Soft tissue components from 5 experimental individuals of each bird group
were dissected and weighed upon electronic scales (accuracy, ± 0.01 g). Thirteen
major muscles of the right pelvic limb (m.iliotibialis cranialis, m. iliotibialis lateralis,
m. iliofibularis, m. flexor cruris lateralis pars pelvica, m. flexor cruris medialis, m.

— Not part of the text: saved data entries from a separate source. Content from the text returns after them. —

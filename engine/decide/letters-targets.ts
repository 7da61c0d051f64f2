import type { Budget } from '../arith/budget';
import {
  integerElement,
  letterElement,
  negateElement,
  powerElement,
  productElement,
  quotientElement,
  sumElement,
  type Element,
} from '../expression/element';
import { randomBetween, seeded } from '../arith/seeded';
import type { FieldName } from '../expression/field-name';
import type { Field } from '../field/field';
import { finiteField, primePower } from '../field/finite';
import { isZeroFunction, polynomialFunction } from '../field/letter-function';
import { letterPower, type LetterRing } from '../field/multivariate';
import { rationals } from '../field/rational';
import { elementReader } from '../field/read-element';
import { readLetterFunction } from '../field/read-letter-function';
import { writeLetterFunction } from '../field/write-letter-function';

/** Values for letters. */
export type Assignment = ReadonlyMap<string, Element>;

/** A field that letters are given values in. */
export interface Target {
  readonly name: FieldName;
  /** Values for so many letters, simple ones first. */
  assignments(letters: readonly string[]): Iterable<Assignment>;
  /** The element as the field writes it, `zero` for 0. Refuses what `readElement` refuses. */
  value(element: Element): Element | 'zero';
}

const number = (n: number): Element => (n < 0 ? negateElement(integerElement(BigInt(-n))) : integerElement(BigInt(n)));

const t = letterElement('t');
const one = integerElement(1n);

const RATIONAL_VALUES: readonly Element[] = [
  ...[2, -1, 3, -2, -3, 5, 4, 1, -5, 7, -4, 6, -7].map(number),
  quotientElement(one, number(2)),
  negateElement(quotientElement(one, number(2))),
];

const FUNCTION_VALUES: readonly Element[] = [
  t,
  number(2),
  negateElement(t),
  number(-1),
  sumElement([t, one]),
  sumElement([one, negateElement(t)]),
  sumElement([powerElement(t, 2), one]),
  sumElement([powerElement(t, 2), t, one]),
  number(3),
  powerElement(t, 2),
  sumElement([t, number(2)]),
  productElement([number(2), t]),
  number(-2),
];

const FINITE_ORDERS = [2, 3, 4, 5, 7, 8, 9, 11, 13] as const;

/** In a given characteristic p finite fields 𝔽_q with more elements are left out, but for 𝔽_p. */
const LARGEST_EXTENSION = 130n;

/** How many values are tried in each kind of field. */
const FINITE_ASSIGNMENTS = 12;
const RATIONAL_ASSIGNMENTS = 60;
const FIRST_ASSIGNMENTS = 16;
const FUNCTION_ASSIGNMENTS = 36;

/** The fields of this characteristic and kind that letters get values in: `excluded` says which characteristics are ruled out. */
export function concreteTargets(
  characteristic: bigint,
  excluded: ReadonlySet<bigint>,
  patience: number,
  budget: Budget,
): readonly Target[] {
  const orders =
    characteristic === 0n
      ? FINITE_ORDERS.map(BigInt)
      : [1n, 2n, 3n, 4n].map((d) => characteristic ** d).filter((q, i) => i === 0 || q <= LARGEST_EXTENSION);
  const finite = orders
    .filter((q) => !excluded.has(primePower(q, budget)?.prime ?? q))
    .map((q) => finiteTarget(q, FINITE_ASSIGNMENTS * patience, budget));
  const primes = (characteristic === 0n ? [3n, 5n] : [characteristic]).filter((p) => !excluded.has(p));
  const functions = primes.map((p) => functionTarget(p, FUNCTION_ASSIGNMENTS * patience, budget));
  if (characteristic !== 0n) return [...finite, ...functions];
  return [
    ...finite,
    rationalTarget(RATIONAL_ASSIGNMENTS * patience, budget),
    functionTarget(0n, FUNCTION_ASSIGNMENTS * patience, budget),
    ...functions,
  ];
}

function finiteTarget(order: bigint, limit: number, budget: Budget): Target {
  const field = finiteField(order, 'z', budget);
  const count = order > 64n ? 64 : Number(order);
  const units = Array.from({ length: count - 1 }, (_, i) => field.write(field.element(BigInt(i + 1))));
  // 1 comes last: with it most words vanish
  return fieldTarget({ kind: 'finite', order }, field, [...units.slice(1), ...units.slice(0, 1)], limit, budget);
}

/** Small values first, then different primes with all signs, which have little in common by chance, then fractions of all signs and sizes. */
function rationalTarget(limit: number, budget: Budget): Target {
  const target = fieldTarget({ kind: 'rationals' }, rationals, RATIONAL_VALUES, limit, budget);
  return {
    ...target,
    *assignments(letters) {
      const few = letters.length < 2 ? limit : FIRST_ASSIGNMENTS;
      yield* tuples(letters, RATIONAL_VALUES, few, () => true);
      if (letters.length < 2) return;
      yield* independentTuples(letters, limit >> 2);
      yield* seededTuples(letters, limit >> 1);
    },
  };
}

/** Fractions of small size, from a fixed stream. */
function* seededTuples(letters: readonly string[], limit: number): Generator<Assignment> {
  const stream = seeded(letters.length);
  const draw = (low: bigint, high: bigint): number => Number(randomBetween(low, high, stream));
  for (let i = 0; i < limit; i += 1)
    yield new Map(
      letters.map((name) => {
        const size = quotientElement(number(draw(1n, 12n)), number(draw(1n, 6n)));
        return [name, draw(0n, 1n) === 0 ? size : negateElement(size)];
      }),
    );
}

/** t for one letter and different primes for the others: in degree 3 little is true of these by chance. */
function* besideLetter(letters: readonly string[]): Generator<Assignment> {
  for (const shift of [1, 3, 4])
    for (const free of letters)
      yield new Map(
        letters.map((name, k) => [name, name === free ? t : number(PRIMES[(k + shift) % PRIMES.length] ?? 2)]),
      );
}

const PRIMES = [2, 3, 5, 7, 11, 13, 17, 19, 23, 29] as const;

/** Values ±2, ±3, ±5, … for the letters, every sign in turn. */
function* independentTuples(letters: readonly string[], limit: number): Generator<Assignment> {
  if (letters.length > PRIMES.length) return;
  for (let i = 0; i < limit && i < 1 << letters.length; i += 1)
    yield new Map(letters.map((name, k) => [name, number(((i >> k) & 1 ? -1 : 1) * (PRIMES[k] ?? 1))]));
}

function fieldTarget<E>(
  name: FieldName,
  field: Field<E>,
  values: readonly Element[],
  limit: number,
  budget: Budget,
): Target {
  const read = elementReader(field, budget);
  return {
    name,
    assignments: (letters) => tuples(letters, values, limit, () => true),
    value(element) {
      const value = read(element);
      return field.isZero(value) ? 'zero' : field.write(value);
    },
  };
}

function functionTarget(characteristic: bigint, limit: number, budget: Budget): Target {
  const base: FieldName = characteristic === 0n ? { kind: 'rationals' } : { kind: 'finite', order: characteristic };
  const value = valueOver({ letters: ['t'], characteristic, budget });
  return {
    name: { kind: 'functions', base, letter: 't' },
    // a value without t alone is one in a smaller field
    *assignments(letters) {
      const moving = (chosen: readonly Element[]): boolean => chosen.some((element) => element.kind !== 'integer');
      const several = characteristic === 0n && letters.length > 1;
      if (several) {
        yield* tuples(letters, FUNCTION_VALUES, 4, moving);
        yield* besideLetter(letters);
      }
      yield* tuples(letters, FUNCTION_VALUES, several ? limit - 4 : limit, moving);
    },
    value,
  };
}

/** Elements of a field of rational functions as they are written. */
export function valueOver(ring: LetterRing): (element: Element) => Element | 'zero' {
  const letter = (name: string) => {
    const place = ring.letters.indexOf(name);
    if (place < 0) throw new RangeError('a letter without a value');
    return polynomialFunction(ring, letterPower(ring, place));
  };
  return (element) => {
    const value = readLetterFunction(element, ring, letter);
    return isZeroFunction(value) ? 'zero' : writeLetterFunction(ring, value);
  };
}

/** Tuples of values, those from the front of the list first; at most `limit` that are wanted. */
export function* tuples(
  letters: readonly string[],
  values: readonly Element[],
  limit: number,
  wanted: (chosen: readonly Element[]) => boolean,
): Generator<Assignment> {
  let left = limit;
  const most = (values.length - 1) * letters.length;
  for (let weight = 0; weight <= most && left > 0; weight += 1)
    for (const places of ofWeight(letters.length, weight, values.length - 1)) {
      const chosen = places.flatMap((place) => values[place] ?? []);
      if (chosen.length !== letters.length || !wanted(chosen)) continue;
      yield new Map(letters.map((name, i) => [name, chosen[i] ?? one]));
      left -= 1;
      if (left <= 0) return;
    }
}

/** The tuples of integers 0 … highest of a length and a sum. */
function* ofWeight(length: number, weight: number, highest: number): Generator<readonly number[]> {
  if (length === 0) {
    if (weight === 0) yield [];
    return;
  }
  for (let first = Math.min(weight, highest); first >= 0; first -= 1)
    for (const rest of ofWeight(length - 1, weight - first, highest)) yield [first, ...rest];
}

iliotrochantericus caudalis, m. femerotibialis medialis, m. pubioischiofemoralis pars
lateralis, m. pubioischiofemoralis pars medialis, m. gastrocnemius pars lateralis, m.
gastrocnemius pars medialis, m. fibularis lateralis and m. tibialis cranialis) were
dissected for a sister study on variety- and sex-specific muscle architectural properties
(Rose et al., 2016a). The masses of these muscles were summed to give a comparable
total pelvic limb muscle mass between chicken groups. The right breast muscles (m.
pectoralis and m. supracoracoideus) and the intestines (small and large combined)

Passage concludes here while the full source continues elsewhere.